▶ [Work order]
For each line of the data below, copy it if it holds the word "wholeCents".

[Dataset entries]
[Start of Attachment]
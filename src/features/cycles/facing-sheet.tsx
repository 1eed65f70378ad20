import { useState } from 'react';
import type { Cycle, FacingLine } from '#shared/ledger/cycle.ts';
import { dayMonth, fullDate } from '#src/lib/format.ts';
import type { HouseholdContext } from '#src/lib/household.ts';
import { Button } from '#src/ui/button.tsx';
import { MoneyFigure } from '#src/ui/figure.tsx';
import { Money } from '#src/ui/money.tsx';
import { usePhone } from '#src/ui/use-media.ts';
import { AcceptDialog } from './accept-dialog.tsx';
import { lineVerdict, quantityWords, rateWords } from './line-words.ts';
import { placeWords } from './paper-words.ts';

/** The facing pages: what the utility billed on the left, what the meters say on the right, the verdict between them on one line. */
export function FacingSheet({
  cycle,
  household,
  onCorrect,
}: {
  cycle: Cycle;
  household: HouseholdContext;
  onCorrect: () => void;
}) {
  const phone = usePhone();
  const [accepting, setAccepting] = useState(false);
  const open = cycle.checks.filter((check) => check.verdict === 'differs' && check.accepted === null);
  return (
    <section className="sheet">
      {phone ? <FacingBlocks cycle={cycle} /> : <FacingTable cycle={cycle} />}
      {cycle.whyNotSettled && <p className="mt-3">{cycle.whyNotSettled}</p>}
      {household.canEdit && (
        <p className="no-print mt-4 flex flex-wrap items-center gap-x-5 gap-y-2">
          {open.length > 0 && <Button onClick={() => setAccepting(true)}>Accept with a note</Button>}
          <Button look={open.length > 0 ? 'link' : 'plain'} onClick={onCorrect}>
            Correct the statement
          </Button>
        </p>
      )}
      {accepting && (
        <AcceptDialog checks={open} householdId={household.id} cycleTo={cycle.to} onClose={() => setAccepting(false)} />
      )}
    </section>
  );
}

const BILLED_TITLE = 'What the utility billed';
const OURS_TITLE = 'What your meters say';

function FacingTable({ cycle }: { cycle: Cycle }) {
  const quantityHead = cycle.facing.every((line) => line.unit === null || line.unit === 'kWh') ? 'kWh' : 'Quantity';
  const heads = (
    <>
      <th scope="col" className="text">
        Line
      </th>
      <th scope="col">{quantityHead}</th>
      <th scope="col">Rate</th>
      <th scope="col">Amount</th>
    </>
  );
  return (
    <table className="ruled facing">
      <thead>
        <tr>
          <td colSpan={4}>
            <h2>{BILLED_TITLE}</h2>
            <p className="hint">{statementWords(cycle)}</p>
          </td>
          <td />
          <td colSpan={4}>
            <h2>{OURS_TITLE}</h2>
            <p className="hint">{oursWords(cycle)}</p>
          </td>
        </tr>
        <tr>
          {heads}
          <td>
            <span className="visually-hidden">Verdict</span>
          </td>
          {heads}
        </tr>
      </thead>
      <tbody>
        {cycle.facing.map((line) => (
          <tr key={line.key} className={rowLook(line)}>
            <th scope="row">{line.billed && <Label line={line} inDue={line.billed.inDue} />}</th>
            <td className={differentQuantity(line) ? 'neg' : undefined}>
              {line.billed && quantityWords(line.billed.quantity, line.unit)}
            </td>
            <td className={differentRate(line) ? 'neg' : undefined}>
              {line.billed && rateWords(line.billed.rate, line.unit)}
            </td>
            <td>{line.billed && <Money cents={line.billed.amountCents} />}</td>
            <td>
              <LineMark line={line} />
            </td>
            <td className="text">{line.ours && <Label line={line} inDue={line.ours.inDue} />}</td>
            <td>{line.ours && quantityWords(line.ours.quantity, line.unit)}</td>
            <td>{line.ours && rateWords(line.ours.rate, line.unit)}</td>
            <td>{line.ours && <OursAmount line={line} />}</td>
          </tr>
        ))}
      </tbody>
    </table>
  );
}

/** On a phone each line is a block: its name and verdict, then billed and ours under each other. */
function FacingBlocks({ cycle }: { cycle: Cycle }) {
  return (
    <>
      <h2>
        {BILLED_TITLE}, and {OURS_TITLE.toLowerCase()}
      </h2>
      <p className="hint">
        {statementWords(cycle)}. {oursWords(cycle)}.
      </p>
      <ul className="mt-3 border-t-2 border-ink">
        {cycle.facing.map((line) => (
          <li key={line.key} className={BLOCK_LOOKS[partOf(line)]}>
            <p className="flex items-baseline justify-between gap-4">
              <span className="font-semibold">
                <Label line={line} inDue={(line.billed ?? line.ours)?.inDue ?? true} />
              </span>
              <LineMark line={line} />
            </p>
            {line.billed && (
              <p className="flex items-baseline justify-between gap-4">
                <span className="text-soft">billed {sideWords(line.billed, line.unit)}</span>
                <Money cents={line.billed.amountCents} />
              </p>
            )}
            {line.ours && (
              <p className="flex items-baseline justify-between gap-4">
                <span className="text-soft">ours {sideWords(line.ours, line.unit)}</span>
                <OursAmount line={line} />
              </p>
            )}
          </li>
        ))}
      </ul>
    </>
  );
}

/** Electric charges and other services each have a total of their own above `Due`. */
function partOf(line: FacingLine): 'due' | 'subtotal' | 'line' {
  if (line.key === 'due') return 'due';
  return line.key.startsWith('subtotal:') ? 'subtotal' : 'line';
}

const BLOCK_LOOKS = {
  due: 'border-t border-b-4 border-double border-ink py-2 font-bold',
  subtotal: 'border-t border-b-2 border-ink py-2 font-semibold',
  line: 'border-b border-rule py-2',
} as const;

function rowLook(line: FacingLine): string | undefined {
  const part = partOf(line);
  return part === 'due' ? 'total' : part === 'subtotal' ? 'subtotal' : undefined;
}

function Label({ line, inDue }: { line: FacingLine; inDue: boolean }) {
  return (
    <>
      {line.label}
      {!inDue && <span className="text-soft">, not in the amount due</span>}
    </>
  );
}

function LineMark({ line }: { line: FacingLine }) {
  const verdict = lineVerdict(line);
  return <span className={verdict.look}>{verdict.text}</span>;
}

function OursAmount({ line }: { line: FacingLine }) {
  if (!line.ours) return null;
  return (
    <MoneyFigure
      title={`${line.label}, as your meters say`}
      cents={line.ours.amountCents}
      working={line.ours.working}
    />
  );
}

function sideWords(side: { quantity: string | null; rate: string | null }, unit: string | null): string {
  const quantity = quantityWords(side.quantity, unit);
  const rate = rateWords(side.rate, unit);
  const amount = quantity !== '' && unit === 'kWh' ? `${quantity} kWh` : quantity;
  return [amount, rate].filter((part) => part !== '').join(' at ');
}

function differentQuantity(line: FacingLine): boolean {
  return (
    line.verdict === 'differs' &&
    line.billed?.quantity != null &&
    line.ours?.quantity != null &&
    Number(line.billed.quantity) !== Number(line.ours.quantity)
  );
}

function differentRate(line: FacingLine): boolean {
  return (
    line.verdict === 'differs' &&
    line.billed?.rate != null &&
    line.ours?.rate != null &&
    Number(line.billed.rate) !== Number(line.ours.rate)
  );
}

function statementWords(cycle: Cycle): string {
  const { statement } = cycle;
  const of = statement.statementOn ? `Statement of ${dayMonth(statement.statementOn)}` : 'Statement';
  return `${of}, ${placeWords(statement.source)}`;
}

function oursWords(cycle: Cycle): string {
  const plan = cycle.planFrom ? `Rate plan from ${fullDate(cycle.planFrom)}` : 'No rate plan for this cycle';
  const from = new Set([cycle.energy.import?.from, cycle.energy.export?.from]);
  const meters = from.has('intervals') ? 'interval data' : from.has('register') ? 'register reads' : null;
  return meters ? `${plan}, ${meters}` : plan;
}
[End of Attachment]
[Start of Attachment]
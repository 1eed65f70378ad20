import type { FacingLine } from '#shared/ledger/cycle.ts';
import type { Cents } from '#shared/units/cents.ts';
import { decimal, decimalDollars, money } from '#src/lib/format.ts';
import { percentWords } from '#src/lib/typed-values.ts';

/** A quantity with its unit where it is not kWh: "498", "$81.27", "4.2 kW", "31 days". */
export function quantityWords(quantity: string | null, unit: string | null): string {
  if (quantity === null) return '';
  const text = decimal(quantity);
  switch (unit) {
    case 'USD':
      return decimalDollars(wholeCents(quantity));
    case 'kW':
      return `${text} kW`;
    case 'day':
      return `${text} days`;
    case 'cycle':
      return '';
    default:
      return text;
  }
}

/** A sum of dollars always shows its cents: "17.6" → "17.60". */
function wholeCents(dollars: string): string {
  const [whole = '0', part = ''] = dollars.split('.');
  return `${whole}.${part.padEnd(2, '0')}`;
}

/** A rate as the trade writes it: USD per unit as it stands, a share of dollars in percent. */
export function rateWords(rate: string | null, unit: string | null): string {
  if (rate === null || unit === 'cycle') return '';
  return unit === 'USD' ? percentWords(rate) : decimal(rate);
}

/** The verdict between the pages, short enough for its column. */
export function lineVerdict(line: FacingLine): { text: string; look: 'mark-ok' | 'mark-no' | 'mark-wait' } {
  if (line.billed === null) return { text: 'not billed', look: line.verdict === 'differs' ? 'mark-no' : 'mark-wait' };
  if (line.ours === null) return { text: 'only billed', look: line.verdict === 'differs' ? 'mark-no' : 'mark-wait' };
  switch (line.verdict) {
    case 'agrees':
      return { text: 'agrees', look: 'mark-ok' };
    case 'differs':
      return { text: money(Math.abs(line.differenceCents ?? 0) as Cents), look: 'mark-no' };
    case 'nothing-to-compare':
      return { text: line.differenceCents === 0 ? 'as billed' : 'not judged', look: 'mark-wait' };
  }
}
[End of Attachment]
▶ [The completed task]
      return decimalDollars(wholeCents(quantity));
function wholeCents(dollars: string): string {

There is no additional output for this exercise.